**EXERCISE OBJECTIVE:** Return, word for word, only the lines of the data below that lie between the line with "hash is kept." and the line with "s', (text, seconds)", those two lines included.

[SUPPLIED MATERIAL]

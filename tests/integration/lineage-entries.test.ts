// Every item carries its lineage entry and its number of children, kept by the database (migration
// 0055). Checked here on a database of its own: the migration fills both for items that were there
// before it; an item inserted by any path counts for its parent; the entry always says what the
// columns, the parent's code and the holder lab's name say; nobody sets a count by hand; and the
// migration undoes and redoes cleanly.
import { describe, it, expect, afterAll } from 'vitest';
import { QueryTypes } from 'sequelize';
import { migrator } from '../../src/lib/server/migrator';
import { scratchDatabase } from '../helpers/scratch-db';

const scratch = await scratchDatabase('entries');
afterAll(() => scratch.drop());
const sq = scratch.sequelize;
const rows = <T extends object>(sql: string, replacements: Record<string, unknown> = {}) => sq.query<T>(sql, { type: QueryTypes.SELECT, replacements });

interface Item {
	code: string;
	parent_code: string | null;
	kind: string;
	state: string;
	mass_ug: string;
	initial_mass_ug: string;
	holder: string | null;
	children: number;
	child_count: number;
	lineage_entry: string;
}

/** Every item with what its entry should say, worked out from the tables (children counted here). */
const items = () =>
	rows<Item>(`SELECT i.code, p.code AS parent_code, i.kind, i.state, i.mass_ug::text, i.initial_mass_ug::text, l.name AS holder,
	                   (SELECT count(*)::int FROM items k WHERE k.parent_id = i.id) AS children, i.child_count, i.lineage_entry
	            FROM items i LEFT JOIN items p ON p.id = i.parent_id LEFT JOIN labs l ON l.id = i.holder_lab_id ORDER BY i.serial`);

/** Each stored entry, closed as the lineage closes it, parses to exactly what the columns say. */
async function expectEntriesTrue() {
	const all = await items();
	expect(all.length).toBeGreaterThan(0);
	for (const i of all) {
		expect(i.child_count).toBe(i.children);
		expect(JSON.parse(i.lineage_entry + ',"level":3}')).toEqual({
			code: i.code,
			parentCode: i.parent_code,
			kind: i.kind,
			state: i.state,
			massUg: Number(i.mass_ug),
			initialMassUg: Number(i.initial_mass_ug),
			holder: i.holder ?? 'Facility',
			children: i.children,
			level: 3
		});
	}
	return all;
}

async function insertItem(serial: number, parent: string | null, depth: number) {
	await sq.query(
		`INSERT INTO items (collection_id, serial, code, parent_id, depth, kind, description, initial_mass_ug, mass_ug)
		 SELECT c.id, :serial, :code, (SELECT id FROM items WHERE code = :parent), :depth, :kind, 'entry check', 1000, 1000 - :serial
		 FROM collections c WHERE c.prefix = 'ENT'`,
		{ replacements: { serial, code: `ENT-${serial}`, parent, depth, kind: parent ? 'aliquot' : 'specimen' } }
	);
}

describe('lineage entries kept by the database', () => {
	it('are filled for existing items, follow every change, count children by any path, and undo cleanly', async () => {
		const m = migrator(sq);
		await m.up({ to: '0054-item-tree-levels.js' });
		// a tree as it stood before migration 0055: a root, three children, a grandchild, one lent to a lab
		await sq.query(`INSERT INTO collections (prefix, name, kind, reserve_fraction, loss_tolerance_ug) VALUES ('ENT', 'Entry check', 'laboratory_analogue', 0.5, 1000)`);
		await sq.query(`INSERT INTO labs (name, short_name) VALUES ('Quill "Trace" Lab – Øster', 'QTL')`);
		await insertItem(1, null, 0);
		for (const s of [2, 3, 4]) await insertItem(s, 'ENT-1', 1);
		await insertItem(5, 'ENT-3', 2);
		await sq.query(`UPDATE items SET holder_lab_id = (SELECT id FROM labs WHERE short_name = 'QTL'), state = 'on_loan' WHERE code = 'ENT-4'`);

		await m.up({ to: '0055-item-lineage-entries.js' });
		const before = await expectEntriesTrue();
		expect(before.map((i) => i.child_count)).toEqual([3, 0, 1, 0, 0]);
		expect(JSON.parse(before[3].lineage_entry + '}').holder).toBe('Quill "Trace" Lab – Øster');

		// two children inserted in one statement, behind any app code: the parent counts both
		await sq.query(
			`INSERT INTO items (collection_id, serial, code, parent_id, depth, kind, description, initial_mass_ug, mass_ug)
			 SELECT c.id, s, 'ENT-' || s, (SELECT id FROM items WHERE code = 'ENT-5'), 3, 'aliquot', 'entry check', 10, 10
			 FROM collections c, generate_series(6, 7) s WHERE c.prefix = 'ENT'`
		);
		// mass, state and holder change; the lab takes a new name
		await sq.query(`UPDATE items SET mass_ug = 17, state = 'earmarked' WHERE code = 'ENT-2'`);
		await sq.query(`UPDATE labs SET name = 'Quill Trace Laboratory' WHERE short_name = 'QTL'`);
		const after = await expectEntriesTrue();
		expect(after.find((i) => i.code === 'ENT-5')!.child_count).toBe(2);
		expect(JSON.parse(after.find((i) => i.code === 'ENT-4')!.lineage_entry + '}').holder).toBe('Quill Trace Laboratory');

		// a count or an entry written by hand does not stand
		await expect(sq.query(`UPDATE items SET child_count = 9 WHERE code = 'ENT-2'`)).rejects.toThrow('counted by the database');
		await sq.query(`UPDATE items SET lineage_entry = '{"code":"FAKE"' WHERE code = 'ENT-2'`);
		await expectEntriesTrue();

		// undone and done again: the same counts and entries
		await m.down({ to: '0055-item-lineage-entries.js' });
		const [gone] = await rows<{ n: number }>(`SELECT count(*)::int AS n FROM information_schema.columns WHERE table_name = 'items' AND column_name IN ('child_count', 'lineage_entry')`);
		expect(gone.n).toBe(0);
		await m.up();
		expect(await expectEntriesTrue()).toEqual(after);
	});
});
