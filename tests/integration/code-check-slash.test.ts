// Migration 0090 writes every item code with a slash before its check character (PREFIX-NNNNN/C)
// and 0091 records a transfer's dry-ice mass. Checked on a database of its own, from a registry as
// it stood before them: stored codes, lineage entries and the database's own item_code() follow
// src/lib/domain/codes.ts; a signature given over a manifest that quoted the older codes still
// verifies; a transfer prepared afterwards binds the new codes and the dry-ice mass; both undo.
import { describe, it, expect, afterAll } from 'vitest';
import { QueryTypes } from 'sequelize';
import canonicalize from 'canonicalize';
import { migrator } from '../../src/lib/server/migrator';
import { formatCode, legacyCode } from '../../src/lib/domain/codes';
import { manifestOf, sha256 } from '../../src/lib/server/custody/manifest';
import { TRANSFER_SELECT, type TransferRow } from '../../src/lib/server/custody/transfer-rows';
import { scratchDatabase } from '../helpers/scratch-db';

const scratch = await scratchDatabase('codes');
afterAll(() => scratch.drop());
const sq = scratch.sequelize;
const rows = <T extends object>(sql: string, replacements: Record<string, unknown> = {}) => sq.query<T>(sql, { type: QueryTypes.SELECT, replacements });
const one = async <T extends object>(sql: string, replacements: Record<string, unknown> = {}) => (await rows<T>(sql, replacements))[0];

const codes = () => rows<{ serial: string; code: string; lineage_entry: string }>('SELECT serial::text, code, lineage_entry FROM items ORDER BY serial');
const transfer = (id: string) => one<TransferRow>(`${TRANSFER_SELECT} WHERE x.id = :id`, { id });
const itemsOf = (id: string) =>
	rows<{ code: string; mass_ug: number }>('SELECT i.code, ti.mass_ug FROM transfer_items ti JOIN items i ON i.id = ti.item_id WHERE ti.transfer_id = :id ORDER BY i.code', { id });

describe('item codes with a slash before the check character (migrations 0090, 0091)', () => {
	it('rewrites stored codes and lineage entries, keeps old signatures verifying, binds dry ice from now on, and undoes', async () => {
		const m = migrator(sq);
		await m.up({ to: '0055-item-lineage-entries.js' });
		await sq.query(`INSERT INTO collections (prefix, name, kind, reserve_fraction, loss_tolerance_ug) VALUES ('CSX', 'Code check', 'laboratory_analogue', 0.5, 1000)`);
		const [lab] = await rows<{ id: string }>(`INSERT INTO labs (name, short_name) VALUES ('Slash Check Lab', 'SCL') RETURNING id`);
		const [user] = await rows<{ id: string }>(`INSERT INTO users (email, name, role) VALUES ('curator@codes.example', 'Code Curator', 'curator') RETURNING id`);
		for (const [serial, parent, depth] of [[1, null, 0], [2, 1, 1], [3, 2, 2]] as const) {
			await sq.query(
				`INSERT INTO items (collection_id, serial, code, parent_id, depth, kind, description, initial_mass_ug, mass_ug)
				 SELECT c.id, :serial, item_code(c.prefix, :serial), (SELECT id FROM items WHERE serial = :parent AND collection_id = c.id), :depth, :kind, 'code check', 1000, 1000
				 FROM collections c WHERE c.prefix = 'CSX'`,
				{ replacements: { serial, parent, depth, kind: parent ? 'aliquot' : 'specimen' } }
			);
		}
		const before = await codes();
		// the database wrote the older form: a hyphen before the same check character
		expect(before.map((i) => i.code)).toEqual([1, 2, 3].map((n) => legacyCode(formatCode('CSX', n))));
		expect(before[0].code).toMatch(/^CSX-00001-[0-9A-Z]$/);

		// a transfer signed before the migration, over its manifest as it was then built: RFC 8785
		// canonical JSON of this layout, with the codes as they were stored
		const [x] = await rows<{ id: string; number: number }>(
			`INSERT INTO transfers (direction, to_lab_id, container, coolant, prepared_by) VALUES ('outbound', :lab, 'vial', 'dry_ice', :by) RETURNING id, number`,
			{ lab: lab.id, by: user.id }
		);
		await sq.query(`INSERT INTO transfer_items (transfer_id, item_id, mass_ug) SELECT :x, id, 1000 FROM items WHERE serial = 3`, { replacements: { x: x.id } });
		const signedManifest = canonicalize({
			transfer: `CT-${String(x.number).padStart(4, '0')}`,
			direction: 'outbound',
			request: null,
			from: { facility: true },
			to: { labId: lab.id },
			items: [{ code: before[2].code, massUg: 1000 }],
			packaging: { container: 'vial', seal: '', atmosphere: '', temperature: '', coolant: 'dry_ice' },
			shipping: { carrier: '', trackingRef: '', expectedArrival: null }
		})!;
		await sq.query(
			`INSERT INTO signatures (transfer_id, signer_id, printed_name, signer_role, meaning, manifest_sha256) VALUES (:x, :u, 'Code Curator', 'curator', 'dispatched', :h)`,
			{ replacements: { x: x.id, u: user.id, h: sha256(signedManifest) } }
		);

		await m.up({ to: '0091-transfer-dry-ice-mass.js' });
		const after = await codes();
		expect(after.map((i) => i.code)).toEqual([1, 2, 3].map((n) => formatCode('CSX', n)));
		expect(after[2].code).toMatch(/^CSX-00003\/[0-9A-Z]$/);
		// each entry quotes its own and its parent's new code
		expect(after.map((i) => JSON.parse(i.lineage_entry + '}')).map((e) => [e.code, e.parentCode])).toEqual([
			[after[0].code, null],
			[after[1].code, after[0].code],
			[after[2].code, after[1].code]
		]);
		// the database's item_code() and src/lib/domain/codes.ts agree on new serials too
		for (const n of [4, 450, 99_999, 123_456]) expect((await one<{ c: string }>(`SELECT item_code('CSX', :n) AS c`, { n })).c).toBe(formatCode('CSX', n));
		// codes stay fixed otherwise
		await expect(sq.query(`UPDATE items SET code = 'CSX-00001-X' WHERE serial = 1`)).rejects.toThrow(/cannot change/);

		// the old signature still verifies: version 1 rebuilds its manifest with the older codes
		const old = await transfer(x.id);
		expect(Number(old.manifest_version)).toBe(1);
		expect(old.dry_ice_net_g).toBeNull();
		expect(manifestOf(old, await itemsOf(x.id))).toBe(signedManifest);
		const [sig] = await rows<{ manifest_sha256: string }>('SELECT manifest_sha256 FROM signatures WHERE transfer_id = :x', { x: x.id });
		expect(sha256(manifestOf(old, await itemsOf(x.id)))).toBe(sig.manifest_sha256);

		// a transfer prepared now: dry ice needs its net mass, other coolants refuse one
		const insert = (coolant: string, grams: number | null) =>
			rows<{ id: string }>(`INSERT INTO transfers (direction, to_lab_id, container, coolant, dry_ice_net_g, prepared_by) VALUES ('outbound', :lab, 'vial', :coolant, :g, :by) RETURNING id`, {
				lab: lab.id, coolant, g: grams, by: user.id
			});
		await expect(insert('dry_ice', null)).rejects.toThrow(/transfers_dry_ice_mass/);
		await expect(insert('none', 2500)).rejects.toThrow(/transfers_dry_ice_mass/);
		await expect(insert('dry_ice', 0)).rejects.toThrow(/check constraint/);
		const [y] = await insert('dry_ice', 2500);
		await sq.query(`INSERT INTO transfer_items (transfer_id, item_id, mass_ug) SELECT :y, id, 1000 FROM items WHERE serial = 3`, { replacements: { y: y.id } });
		const fresh = await transfer(y.id);
		expect(Number(fresh.manifest_version)).toBe(2);
		const manifest = JSON.parse(manifestOf(fresh, await itemsOf(y.id)));
		expect(manifest.items).toEqual([{ code: after[2].code, massUg: 1000 }]);
		expect(manifest.packaging.dryIceNetG).toBe(2500);

		// undo: the older codes come back, and the rewrite runs again
		await m.down({ to: '0090-item-code-check-slash.js' });
		expect((await codes()).map((i) => i.code)).toEqual(before.map((i) => i.code));
		await m.up({ to: '0091-transfer-dry-ice-mass.js' });
		expect((await codes()).map((i) => i.code)).toEqual(after.map((i) => i.code));
	});
});
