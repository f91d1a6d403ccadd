import { json } from '@sveltejs/kit';
import { endpoint, readJson } from '$lib/server/api';
import { issueToken, listTokens, tokenCreateSchema } from '$lib/server/accounts';
import type { RequestHandler } from './$types';

export const GET: RequestHandler = endpoint(async ({ locals }) => json({ tokens: await listTokens(locals.user!.id) }));

export const POST: RequestHandler = endpoint(async (event) => {
	const { token, secret } = await issueToken(event.locals.user!, await readJson(event, tokenCreateSchema));
	// The secret is shown this once; only its hash is kept.
	return json({ token: { id: token.id, label: token.label, prefix: token.prefix, expiresAt: token.expiresAt }, secret }, { status: 201 });
});
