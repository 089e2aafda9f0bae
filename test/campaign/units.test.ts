/**
 * Walltime and memory parsing.
 * Source of the formats: Slurm's sbatch manual page, option --time ("Acceptable time formats include
 * "minutes", "minutes:seconds", "hours:minutes:seconds", "days-hours", "days-hours:minutes" and
 * "days-hours:minutes:seconds"") and option --mem ("Default units are megabytes. Different units can be
 * specified using the suffix [K|M|G|T]"; Slurm counts these in powers of 1024). ratchet accepts the
 * unambiguous subset "hours:minutes:seconds" and "days-hours:minutes:seconds", plus whole seconds.
 * Expected values are worked out by hand beside each case.
 */
import { describe, expect, it } from 'vitest';
import { formatMemory, formatWalltime, parseMemory, parseWalltime } from '../../src/campaign/units.js';

describe('parseWalltime', () => {
  it.each([
    ['02:00:00', 2 * 3600],
    ['00:10:00', 10 * 60],
    ['48:00:00', 48 * 3600], // hours above 23 in the HH:MM:SS form
    ['1-00:00:00', 24 * 3600],
    ['2-12:30:15', 2 * 86400 + 12 * 3600 + 30 * 60 + 15],
    ['7-00:00:00', 7 * 86400],
    ['3600', 3600], // a bare number written as a string is seconds
    [90, 90],
  ] as const)('%s -> %d s', (text, seconds) => {
    expect(parseWalltime(text)).toBe(seconds);
  });

  it.each(['-1', '-01:00:00', '00:00:00', '0', 0, -5, 1.5, '1:30', '01:60:00', '01:00:60', '1-24:00:00', '2h', '', 'abc', '1-', '01:00:00:00'])(
    'rejects %j',
    (bad) => {
      expect(parseWalltime(bad as string | number)).toBeUndefined();
    },
  );

  it('formats back to HH:MM:SS and D-HH:MM:SS', () => {
    expect(formatWalltime(7200)).toBe('02:00:00');
    expect(formatWalltime(172800)).toBe('48:00:00');
    expect(formatWalltime(2 * 86400 + 12 * 3600 + 30 * 60 + 15, { days: true })).toBe('2-12:30:15');
    expect(formatWalltime(59, { days: true })).toBe('00:00:59');
    for (const s of [1, 59, 3600, 86399, 86400, 123457]) {
      expect(parseWalltime(formatWalltime(s))).toBe(s);
      expect(parseWalltime(formatWalltime(s, { days: true }))).toBe(s);
    }
  });
});

describe('parseMemory (MiB, binary units)', () => {
  it.each([
    ['500M', 500],
    ['4G', 4 * 1024],
    ['4GB', 4096],
    ['4GiB', 4096],
    ['4g', 4096],
    ['1.5G', 1536], // 1.5 x 1024
    ['1T', 1024 * 1024],
    ['2048K', 2], // 2048 / 1024
    ['512K', 1], // half a MiB rounds up to 1
    ['1000', 1000], // a bare number is MiB, as in Slurm's --mem
    [256, 256],
  ] as const)('%s -> %d MiB', (text, mib) => {
    expect(parseMemory(text)).toBe(mib);
  });

  it.each(['0G', '-1G', '4X', 'G', '', '4 GB extra', 0, -3, Number.NaN, Infinity])('rejects %j', (bad) => {
    expect(parseMemory(bad as string | number)).toBeUndefined();
  });

  it('formats back', () => {
    expect(formatMemory(4096)).toBe('4G');
    expect(formatMemory(1536)).toBe('1536M');
    expect(parseMemory(formatMemory(1536))).toBe(1536);
  });
});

[/SUPPLIED MATERIAL]

**FINISHED TASK:**
	// The secret is shown this once; only its hash is kept.
	return json({ token: { id: token.id, label: token.label, prefix: token.prefix, expiresAt: token.expiresAt }, secret }, { status: 201 });
});
repository 089e2aafda9f0bae
filename test/campaign/units.test.ts
/**
 * Walltime and memory parsing.
 * Source of the formats: Slurm's sbatch manual page, option --time ("Acceptable time formats include
 * "minutes", "minutes:seconds", "hours:minutes:seconds", "days-hours", "days-hours:minutes" and
 * "days-hours:minutes:seconds"") and option --mem ("Default units are megabytes. Different units can be
 * specified using the suffix [K|M|G|T]"; Slurm counts these in powers of 1024). ratchet accepts the
 * unambiguous subset "hours:minutes:seconds" and "days-hours:minutes:seconds", plus whole seconds.
 * Expected values are worked out by hand beside each case.
 */
import { describe, expect, it } from 'vitest';
import { formatMemory, formatWalltime, parseMemory, parseWalltime } from '../../src/campaign/units.js';

describe('parseWalltime', () => {
  it.each([
    ['02:00:00', 2 * 3600],
    ['00:10:00', 10 * 60],
    ['48:00:00', 48 * 3600], // hours above 23 in the HH:MM:SS form
    ['1-00:00:00', 24 * 3600],
    ['2-12:30:15', 2 * 86400 + 12 * 3600 + 30 * 60 + 15],
    ['7-00:00:00', 7 * 86400],
    ['3600', 3600], // a bare number written as a string is seconds
    [90, 90],
  ] as const)('%s -> %d s', (text, seconds) => {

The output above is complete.